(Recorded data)
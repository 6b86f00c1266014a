/**
 * The members of the WebAssembly JavaScript API that the row kernel (rowKernel.ts) uses. They are
 * declared by TypeScript's DOM library only, which this Node project does not load.
 */
declare global {
  namespace WebAssembly {
    class Module {
      constructor(bytes: Uint8Array);
    }
    class Memory {
      constructor(descriptor: { initial: number; maximum?: number });
      readonly buffer: ArrayBuffer;
    }
    class Instance {
      constructor(module: Module, imports?: Record<string, Record<string, unknown>>);
      readonly exports: Record<string, unknown>;
    }
  }
}

export {};
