"""From config to tensors: read the log and feature tables, split, fit encoders, encode.

Everything here runs before any training starts, so a bad input costs seconds, not an hour.
"""

from __future__ import annotations

from dataclasses import dataclass, field
from pathlib import Path

import numpy as np
import pandas as pd
import torch

from towers.collective import Exchange, across, largest, rank_and_size
from towers.config import Config
from towers.data.baskets import collapse_repeats, derive_pairs
from towers.data.context import ContextEncoders
from towers.data.embeddings_file import TrueVectors, true_vectors
from towers.data.encoders import make_encoder
from towers.data.features import FeatureBlock, SideEncoders, SideTable, take
from towers.data.history import HISTORY, history_column
from towers.data.pairs import Pairs, SplitPairs
from towers.data.shards import Shard, log_shard, merged_ids, owners, whole_log_reason
from towers.data.spill import Column, Spill
from towers.data.splits import HoldOut, Split, TrainedBefore, make_split
from towers.data.tables import (
    IdPieces,
    numeric_column,
    positions_in,
    read_table_chunks,
    release_read_buffers,
    table_files,
    time_column,
)
from towers.data.vocabulary import extend_context, extend_side
from towers.errors import TowersError, rows_after, where
from towers.memory import index_dtype


@dataclass
class Side:
    """One side's catalog: ids, encoders and the encoded feature block of every entity."""

    ids: np.ndarray
    encoders: SideEncoders
    block: FeatureBlock
    has_features: bool
    unknown_counts: dict = field(default_factory=dict)


@dataclass
class Prepared:
    """All tensors a run needs: both sides, the split pairs and the cold items."""

    queries: Side
    candidates: Side
    train: Pairs
    valid: Pairs
    test: Pairs
    cold_test: Pairs
    cold_items: torch.Tensor  # bool (n_candidates,)
    cold_user_test: Pairs  # pairs of the users held out whole
    cold_users: torch.Tensor  # bool (n_queries,)
    warm_items: torch.Tensor  # bool (n_candidates,): candidates with training pairs
    item_item: bool
    notes: list[str]
    oracle: TrueVectors | None = None  # the planted truth, when the config names oracle files
    context: ContextEncoders | None = None  # encoders of interactions.context, fitted on training events
    started_from: dict | None = None  # warm start: ids and values added to the earlier run's encoders
    # ranking problems of validation, kept between epochs (evaluation/protocol.ranking_metrics' cache)
    rankings: dict = field(default_factory=dict)
    divided: bool = False  # data-parallel with the log divided by user (shards.py): the pairs are this process's
    # divided: the query rows of this process's users, the only ones it validates and evaluates (Shard.own_rows)
    own_queries: torch.Tensor | None = None
    # model.history_past_only: (n_queries, L) int64, when each history item was last chosen (history.before)
    history_times: torch.Tensor | None = None

    @property
    def split(self) -> SplitPairs:
        return SplitPairs(self.train, self.valid, self.test, self.cold_test, self.warm_items, self.cold_items,
                          self.item_item, self.cold_user_test, self.cold_users)


@dataclass
class IdColumn:
    """A log's id column as codes into its distinct ids (ids == uniques[codes]): memory-light for text ids."""

    codes: np.ndarray  # int32, one per row (IdPieces refuses more than 2**31 distinct ids)
    uniques: np.ndarray  # int64 or str objects, in order of first appearance

    def values(self) -> np.ndarray:
        return self.uniques[self.codes]


@dataclass
class Log:
    """The interaction log's columns, validated: ids, optional target / weight / time / group, context frame."""

    query_ids: IdColumn
    candidate_ids: IdColumn
    target: np.ndarray | None
    weight: np.ndarray | None
    time: np.ndarray | None
    context: pd.DataFrame | None
    group: np.ndarray | None = None  # int64 codes of the group column, one per row
    side: np.ndarray | None = None  # int8 side per row, when baskets were placed before their pairs were derived
    # a divided log under a time split: each row's place in the whole log (its unit << 32 | row within it)
    position: np.ndarray | None = None
    notes: list[str] = field(default_factory=list)  # what deriving or collapsing the rows did

    @property
    def query(self) -> np.ndarray:
        """The query ids, one per row."""
        return self.query_ids.values()

    @property
    def candidate(self) -> np.ndarray:
        """The candidate ids, one per row."""
        return self.candidate_ids.values()


def read_interactions(cfg: Config, split: bool = False, spill: Spill | None = None, shard: Shard | None = None) -> Log:
    """The log's id arrays, optional target / weight / time / group arrays and context columns, validated.

    With interactions.pairs_from baskets or sessions the rows are the derived item pairs (data/baskets.py);
    split: place whole baskets on the sides first (each row then carries its side), else all on training.
    With count_repeats each distinct (query, candidate) is one row weighted by its count. spill: where
    the columns of a log read from files go (data/spill.py; default in memory). shard: read this process's
    share of the log and keep the rows of its users, in the log's order (data/shards.py); the rows it
    reads are checked as they are read, so errors name the file's row.
    """
    spill = spill or Spill()
    ic = cfg.interactions
    path = ic.path
    if ic.pairs_from != "rows":
        d = derive_pairs(cfg, split)
        return Log(IdColumn(d.query, d.ids), IdColumn(d.candidate, d.ids), None, d.weight, None, None,
                   side=d.side if split else None, notes=d.notes)
    if ic.count_repeats:
        r = collapse_repeats(cfg)
        return Log(IdColumn(r.query, r.query_ids), IdColumn(r.candidate, r.candidate_ids), None, r.weight, r.time, None,
                   group=r.group, notes=r.notes)
    optional = [ic.target_column, ic.weight_column, ic.time_column, ic.group_column]
    cols = [ic.query_column, ic.candidate_column] + [c for c in optional if c]
    context_cols = [f.name for f in ic.context]
    wanted = list(dict.fromkeys(cols + context_cols))
    q, c, groups = IdPieces(spill), IdPieces(spill), GroupPieces(spill)
    columns = {name: Column(spill, dtype) for name, column, dtype in (
        ("target", ic.target_column, np.float64), ("weight", ic.weight_column, np.float64),
        ("time", ic.time_column, np.int64)) if column}
    contexts: list[pd.DataFrame] = []
    turns = None if shard is None else shard.turns()
    units = None if shard is None else Column(spill, np.int32)  # the unit each row was read in
    for file in table_files(path):
        for start, df in read_table_chunks(file, wanted, LOG_PIECE_ROWS, take=turns,
                                           ids=[c for c in (ic.query_column, ic.candidate_column) if c]):
            with rows_after(start):
                q.add(df[ic.query_column], file, ic.query_column)
                c.add(df[ic.candidate_column], file, ic.candidate_column)
                if ic.target_column:
                    columns["target"].add(_targets(df[ic.target_column], file, ic.target_column, cfg))
                if ic.weight_column:
                    columns["weight"].add(_weights(df[ic.weight_column], file, ic.weight_column))
                if ic.time_column:
                    columns["time"].add(time_column(df[ic.time_column], file, ic.time_column))
                if ic.group_column:
                    groups.add(df[ic.group_column], file, ic.group_column)
                if units is not None:
                    units.add(np.full(len(df), turns.unit, np.int32))
                if context_cols:
                    piece = df[context_cols].reset_index(drop=True)
                    for spec in ic.context:  # every value checked in file order, so an error names the log's row
                        make_encoder(spec).validate(piece[spec.name], file)
                    contexts.append(piece)
    release_read_buffers()
    joined = {name: columns[name].finish() if name in columns else None for name in ("target", "weight", "time")}
    context = pd.concat(contexts, ignore_index=True) if contexts else None
    group_codes, group_values = groups.finish() if ic.group_column else (None, None)
    log = Log(IdColumn(*q.finish()), IdColumn(*c.finish()), joined["target"], joined["weight"], joined["time"],
              context, group_codes)
    if shard is None:
        return log
    return _to_owners(log, group_values, units.finish(), shard, spill,
                      with_positions=cfg.evaluation.split == "time" and log.time is not None and not ic.group_column)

PROBLEM DETAILS: Whenever a line above contains "baskets", copy that line.

RESULT FOR THIS EXERCISE:
from towers.data.baskets import collapse_repeats, derive_pairs
    side: np.ndarray | None = None  # int8 side per row, when baskets were placed before their pairs were derived
    With interactions.pairs_from baskets or sessions the rows are the derived item pairs (data/baskets.py);
    split: place whole baskets on the sides first (each row then carries its side), else all on training.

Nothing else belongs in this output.